Deixarei esse mundo ignóbil.
Finalmente alcanço o limite e avisto a avenida. Subo na borda. Olho para baixo, tudo parece tão pequeno daqui. Os carros apressados e as pessoas inquietas não param de passar. Em breve estarei ali, cercado por um alvoroço, inerte em meio ao caos. Imagino meu corpo estirado na calçada, frio e desfigurado. Apenas reafirmo minha escolha. Amanhã estarei nos jornais, junto com as mais criativas especulações, se é que é permitido esse tipo de matéria, mas isso não importa. Hoje, ponho fim ao meu sofrimento. Nada nem ninguém poderá me impedir. Muito pensei a respeito e cá estou. Inspiro. Encho meus pulmões com todo ar possível. Encho meus pulmões com sentimentos. Solto o grito mais alto que consigo. Ninguém pode me ouvir daqui. Ninguém pode me alcançar. Grito como se houvesse uma faca enfiada nas minhas costas. Eu não alcanço. Não há nada a fazer. Não posso fazer absolutamente nada. Apenas sinto a lâmina dura e gélida mexendo aqui dentro. O metal arde em contato com a minha carne. Todo movimento dói. Qualquer ausência de movimento dói da mesma forma. Carrego facas da vida a todo momento. Facas e facas infindáveis. A dor nunca cessa. Hoje as arranco de mim. Talvez eu não as arranque, mas certamente irei parar de senti-las, e isso já é suficiente. Grito até não sobrar mais oxigênio. Fico ofegante. Inspiro. Expiro. Inspiro. Expiro.

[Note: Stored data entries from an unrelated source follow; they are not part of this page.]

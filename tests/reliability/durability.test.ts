// The promise to technicians: a reading the server acknowledged is kept, even if the server dies.
// The real server takes concurrent reading writes and is killed with SIGKILL in the middle; after
// a restart every acknowledged reading is there and the database passes its integrity check.
import { afterAll, describe, expect, test } from 'vitest';
import Database from 'better-sqlite3';
import { randomUUID } from 'node:crypto';
import { hallSteps, postBatch, postReading, signIn, startChildServer, type ChildServer } from './child-server';

const PORT = 4410;
const WRITERS = 16;
const BATCH_WRITERS = 6;
const BATCH = 60;
let server: ChildServer | null = null;

afterAll(async () => {
  await server?.stop('SIGKILL');
});

describe('durability under SIGKILL', () => {
  test(
    'when the server is killed during concurrent writes, then every acknowledged reading is there after restart and integrity_check is ok',
    { timeout: 90_000 },
    async () => {
      server = await startChildServer(PORT);
      const { base, dir, dbPath } = server;
      const cookie = await signIn(base, 'sam@lakeshore.example');
      const { steps } = await hallSteps(base, cookie);

      const acknowledged: string[] = [];
      let sent = 0;
      let failedAfterKill = 0;
      let killed = false;
      const stopAll = new AbortController();
      const writer = async (w: number) => {
        for (let i = 0; !stopAll.signal.aborted; i++) {
          const step = steps[(w * 997 + i) % steps.length];
          const id = randomUUID();
          sent++;
          try {
            const res = await postReading(base, cookie, { id, stepId: step.id, value: step.value }, stopAll.signal);
            if (res.status === 201) acknowledged.push(id);
            else if (!killed) throw new Error(`unexpected ${res.status}: ${await res.text()}`);
            await res.arrayBuffer().catch(() => undefined);
          } catch (err) {
            if (!killed) throw err;
            failedAfterKill++;
            return;
          }
        }
      };
      const writers = Array.from({ length: WRITERS }, (_, w) => writer(w));
      // Kill once a good number of writes have been acknowledged, with many more in flight.
      while (acknowledged.length < 300) await new Promise((r) => setTimeout(r, 20));
      killed = true;
      await server.stop('SIGKILL');
      stopAll.abort();
      await Promise.allSettled(writers);
      const ackedAtKill = [...acknowledged];
      expect(ackedAtKill.length).toBeGreaterThanOrEqual(300);

      // Opening the file runs SQLite's recovery of the write-ahead log, as a restart would.
      const db = new Database(dbPath);
      expect(db.pragma('integrity_check', { simple: true })).toBe('ok');
      const has = db.prepare('select 1 from readings where id = ?').pluck();
      const lost = ackedAtKill.filter((id) => !has.get(id));
      db.close();
      expect(lost, `${lost.length} acknowledged readings lost of ${ackedAtKill.length}`).toEqual([]);

      // The restarted server answers them too.
      server = await startChildServer(PORT, dir);
      for (const id of ackedAtKill.slice(-20)) {
        const res = await fetch(`${base}/api/readings/${id}`, { headers: { Cookie: cookie } });
        expect(res.status, id).toBe(200);
        expect(((await res.json()) as { id: string }).id).toBe(id);
      }
      await server.stop('SIGTERM');
      server = null;
      expect(sent).toBeGreaterThan(ackedAtKill.length);
      void failedAfterKill;
    },
  );

  test(
    'when the server is killed while batches of readings are written, then every reading a batch reported 201 or 200 is there, and each batch is stored whole or not at all',
    { timeout: 90_000 },
    async () => {
      server = await startChildServer(PORT);
      const { base, dbPath } = server;
      const cookie = await signIn(base, 'sam@lakeshore.example');
      const { steps } = await hallSteps(base, cookie);

      const acknowledged: string[] = [];
      const batches: string[][] = [];
      let killed = false;
      const stopAll = new AbortController();
      const writer = async (w: number) => {
        for (let b = 0; !stopAll.signal.aborted; b++) {
          // A tablet's queue, in typing order; six of them in flight are more than one group takes (256).
          const readings = Array.from({ length: BATCH }, (_, i) => {
            const step = steps[(w * 131 + b * BATCH + i) % steps.length];
            return { id: randomUUID(), stepId: step.id, value: step.value };
          });
          batches.push(readings.map((r) => r.id));
          try {
            const res = await postBatch(base, cookie, readings, stopAll.signal);
            if (res.status !== 200) {
              if (!killed) throw new Error(`unexpected ${res.status}: ${await res.text()}`);
              return;
            }
            const { results } = (await res.json()) as { results: { id: string; status: number }[] };
            for (const r of results) {
              if (r.status === 201 || r.status === 200) acknowledged.push(r.id);
              else if (!killed) throw new Error(`a reading answered ${r.status}`);
            }
          } catch (err) {
            if (!killed) throw err;
            return;
          }
        }
      };
      const writers = Array.from({ length: BATCH_WRITERS }, (_, w) => writer(w));
      while (acknowledged.length < 400) await new Promise((r) => setTimeout(r, 20));
      killed = true;
      await server.stop('SIGKILL');
      stopAll.abort();
      await Promise.allSettled(writers);
      const ackedAtKill = [...acknowledged];

      const db = new Database(dbPath);
      expect(db.pragma('integrity_check', { simple: true })).toBe('ok');
      const has = db.prepare('select 1 from readings where id = ?').pluck();
      const lost = ackedAtKill.filter((id) => !has.get(id));
      // One commit per batch: after the crash a batch is there entirely or not at all.
      const partial = batches.map((ids) => ids.filter((id) => has.get(id)).length).filter((n) => n !== 0 && n !== BATCH);
      db.close();
      server = null;
      expect(lost, `${lost.length} acknowledged readings lost of ${ackedAtKill.length}`).toEqual([]);
      expect(partial, 'batches stored in part').toEqual([]);
      expect(batches.length * BATCH).toBeGreaterThan(ackedAtKill.length);
    },
  );
});
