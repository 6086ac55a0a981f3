// `npm run backup` while the server keeps taking readings: the backup opens, passes SQLite's
// integrity check, and holds every reading acknowledged before the backup began.
import { afterAll, describe, expect, test } from 'vitest';
import Database from 'better-sqlite3';
import { spawn } from 'node:child_process';
import { randomUUID } from 'node:crypto';
import { existsSync } from 'node:fs';
import { join } from 'node:path';
import { hallSteps, postReading, signIn, startChildServer, type ChildServer } from './child-server';

const PORT = 4411;
let server: ChildServer | null = null;
afterAll(async () => {
  await server?.stop('SIGKILL');
});

function runBackup(dbPath: string, target: string): Promise<{ code: number | null; out: string }> {
  return new Promise((resolve, reject) => {
    const p = spawn('npm', ['run', '--silent', 'backup', '--', target], {
      env: { ...process.env, DATABASE_PATH: dbPath },
      stdio: ['ignore', 'pipe', 'pipe'],
    });
    let out = '';
    p.stdout.on('data', (c: Buffer) => (out += c.toString()));
    p.stderr.on('data', (c: Buffer) => (out += c.toString()));
    p.on('error', reject);
    p.on('exit', (code) => resolve({ code, out }));
  });
}

describe('npm run backup', () => {
  test(
    'when writes go on during the backup, then the backup opens, passes integrity_check and holds every reading acknowledged before it began',
    { timeout: 90_000 },
    async () => {
      server = await startChildServer(PORT);
      const { base, dir, dbPath } = server;
      const cookie = await signIn(base, 'sam@lakeshore.example');
      const { steps } = await hallSteps(base, cookie);

      const acknowledged: string[] = [];
      let writing = true;
      const writer = async (w: number) => {
        for (let i = 0; writing; i++) {
          const step = steps[(w * 131 + i) % steps.length];
          const id = randomUUID();
          const res = await postReading(base, cookie, { id, stepId: step.id, value: step.value });
          expect(res.status).toBe(201);
          await res.arrayBuffer();
          acknowledged.push(id);
        }
      };
      const writers = Array.from({ length: 8 }, (_, w) => writer(w));
      while (acknowledged.length < 200) await new Promise((r) => setTimeout(r, 10));
      const beforeBackup = [...acknowledged];
      const target = join(dir, 'backups', 'during-writes.db');
      const backup = await runBackup(dbPath, target);
      const duringBackup = acknowledged.length - beforeBackup.length;
      writing = false;
      await Promise.all(writers);

      expect(backup.code, backup.out).toBe(0);
      expect(backup.out).toContain('integrity check: ok');
      expect(existsSync(target)).toBe(true);
      expect(duringBackup, 'writes went on while the backup ran').toBeGreaterThan(0);

      const copy = new Database(target, { readonly: true });
      expect(copy.pragma('integrity_check', { simple: true })).toBe('ok');
      const has = copy.prepare('select 1 from readings where id = ?').pluck();
      const missing = beforeBackup.filter((id) => !has.get(id));
      const users = copy.prepare('select count(*) from users').pluck().get() as number;
      copy.close();
      expect(missing).toEqual([]);
      expect(users).toBeGreaterThan(0);

      await server.stop('SIGTERM');
      server = null;
    },
  );
});
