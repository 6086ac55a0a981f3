// The real server as a child process on a temporary database (ports 4400–4499 are this suite's),
// for the tests that kill it, back it up while it writes, or load it from many sessions.
import { spawn, type ChildProcess } from 'node:child_process';
import { mkdirSync } from 'node:fs';
import { randomUUID } from 'node:crypto';
import { join, resolve } from 'node:path';

export const DEMO_PASSWORD = 'demo-strip-2026';

export interface ChildServer {
  base: string;
  dir: string;
  dbPath: string;
  child: ChildProcess;
  /** Stops the server: SIGKILL (a crash) or SIGTERM (a normal stop); resolves when it has exited. */
  stop(signal?: NodeJS.Signals): Promise<void>;
}

const running = new Set<ChildProcess>();
// Whatever happens to the test run, no server is left behind.
process.once('exit', () => {
  for (const c of running) c.kill('SIGKILL');
});

export interface ChildServerOptions {
  env?: Record<string, string>;
  /** Each line the server prints on its console (standard output). */
  onLine?: (line: string) => void;
}

export async function startChildServer(
  port: number,
  dir = resolve('.tmp/reliability', randomUUID()),
  opts: ChildServerOptions = {},
): Promise<ChildServer> {
  mkdirSync(dir, { recursive: true });
  const dbPath = join(dir, 'sw.db');
  const base = `http://localhost:${port}`;
  const busy = await fetch(`${base}/api/health`).then(
    () => true,
    () => false,
  );
  if (busy) throw new Error(`Port ${port} is in use; the reliability suite needs it.`);
  // node itself, not npx, so that the pid we kill is the server's own.
  const child = spawn(process.execPath, ['--import', 'tsx', 'server/index.ts'], {
    env: {
      ...process.env,
      NODE_ENV: 'test',
      PORT: String(port),
      HOST: '127.0.0.1',
      APP_ORIGIN: base,
      DATABASE_PATH: dbPath,
      PASSWORD_HASH_COST: 'test',
      SMTP_FAKE_PORT: '0',
      SIGNIN_RATE_LIMIT: '100000',
      LOG_REQUESTS: 'off',
      ...opts.env,
    },
    stdio: ['ignore', opts.onLine ? 'pipe' : 'ignore', 'pipe'],
  });
  running.add(child);
  if (opts.onLine) {
    let pending = '';
    child.stdout!.on('data', (c: Buffer) => {
      const lines = (pending + c.toString()).split('\n');
      pending = lines.pop() ?? '';
      for (const line of lines) opts.onLine!(line);
    });
  }
  let stderr = '';
  child.stderr!.on('data', (c: Buffer) => (stderr += c.toString()));
  let exited = false;
  const exit = new Promise<void>((r) =>
    child.once('exit', () => {
      exited = true;
      running.delete(child);
      r();
    }),
  );
  for (let i = 0; i < 240 && !exited; i++) {
    const up = await fetch(`${base}/api/health`).then(
      (r) => r.ok,
      () => false,
    );
    if (up) break;
    await new Promise((r) => setTimeout(r, 250));
  }
  if (exited) throw new Error(`The server on port ${port} did not start:\n${stderr}`);
  return {
    base,
    dir,
    dbPath,
    child,
    stop: (signal = 'SIGTERM') => {
      if (!exited) child.kill(signal);
      return exit;
    },
  };
}

export async function signIn(base: string, email: string, password = DEMO_PASSWORD): Promise<string> {
  const res = await fetch(`${base}/api/auth/sign-in`, {
    method: 'POST',
    headers: { 'Content-Type': 'application/json', Origin: base },
    body: JSON.stringify({ email, password }),
  });
  if (!res.ok) throw new Error(`sign-in as ${email} failed: ${res.status}`);
  return res.headers.get('set-cookie')!.split(';')[0];
}

/** The steps of the Sports Hall, with a passing value for each. */
export async function hallSteps(base: string, cookie: string) {
  const headers = { Cookie: cookie };
  const venues = (await (await fetch(`${base}/api/venues`, { headers })).json()) as { id: string; name: string }[];
  const hall = venues.find((v) => v.name === 'Riverside Sports Hall')!;
  const strips = (await (await fetch(`${base}/api/venues/${hall.id}/strips`, { headers })).json()) as { id: string }[];
  const steps: { id: string; value: string }[] = [];
  for (const s of strips) {
    const strip = (await (await fetch(`${base}/api/strips/${s.id}`, { headers })).json()) as {
      positions: { steps: { id: string; testKind: string }[] }[];
    };
    for (const p of strip.positions)
      for (const st of p.steps) steps.push({ id: st.id, value: st.testKind === 'insulation' ? 'OL' : '0.45' });
  }
  return { hallId: hall.id, steps };
}

export function postReading(base: string, cookie: string, body: { id: string; stepId: string; value: string }, signal?: AbortSignal) {
  return fetch(`${base}/api/readings`, {
    method: 'POST',
    headers: { 'Content-Type': 'application/json', Origin: base, Cookie: cookie },
    body: JSON.stringify(body),
    signal,
  });
}

export function postBatch(base: string, cookie: string, readings: { id: string; stepId: string; value: string }[], signal?: AbortSignal) {
  return fetch(`${base}/api/readings/batch`, {
    method: 'POST',
    headers: { 'Content-Type': 'application/json', Origin: base, Cookie: cookie },
    body: JSON.stringify({ readings }),
    signal,
  });
}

Nunca estive tão certo a respeito de algo. Eu ousaria dizer que sou irredutível nessa decisão. Preparei-me e agora finalmente colocaria meu plano em prática. Por muito tempo lutei tentando amar a vida, mas falhei. Esperei que ela melhorasse... mas esperei em vão. Em algum momento do processo, a vida perdeu completamente o brilho. Agora sinto como se ela me quisesse mal. Como se ela me perseguisse somente para isso.
Há dois meses comecei a rascunhar um plano. Era simples. Contudo, concluí que não deixaria meus assuntos incompletos. Então, comecei a organizar minha vida antes de deixá-la. Diferente das minhas últimas duas tentativas - tão patéticas que não me preocupo em narrá-las -, optei por um método mais eficaz. Como consegui acesso ao terraço, não perderei tempo explicando. Se assim o fizesse, quebraria o sigilo da futura investigação policial sobre o meu caso, que graça teria? Não pretendo causar transtorno para ninguém. Vendi tudo o que tinha, preparei meu testamento, o contrato do aluguel acaba amanhã, visitei meus pais uma última vez, cancelei todos meu pacote de internet e linha telefônica e por aí vai. Bom, você deve estar se perguntando por que eu estou te contando isso agora. Não quero ser convencido a viver, já o fizeram várias vezes, já me agarrei às mais diversas filosofias. Filosofias que diziam que devo amar a vida, outras que a vida é ruim mesmo e temos que aprender a conviver com ela. Todas deram errado, todas me levaram ao mesmo ponto, que é o que eu me encontro hoje. Mas dessa vez é diferente, dessa vez a decisão é definitiva. Não há nada que me faça mudar de ideia.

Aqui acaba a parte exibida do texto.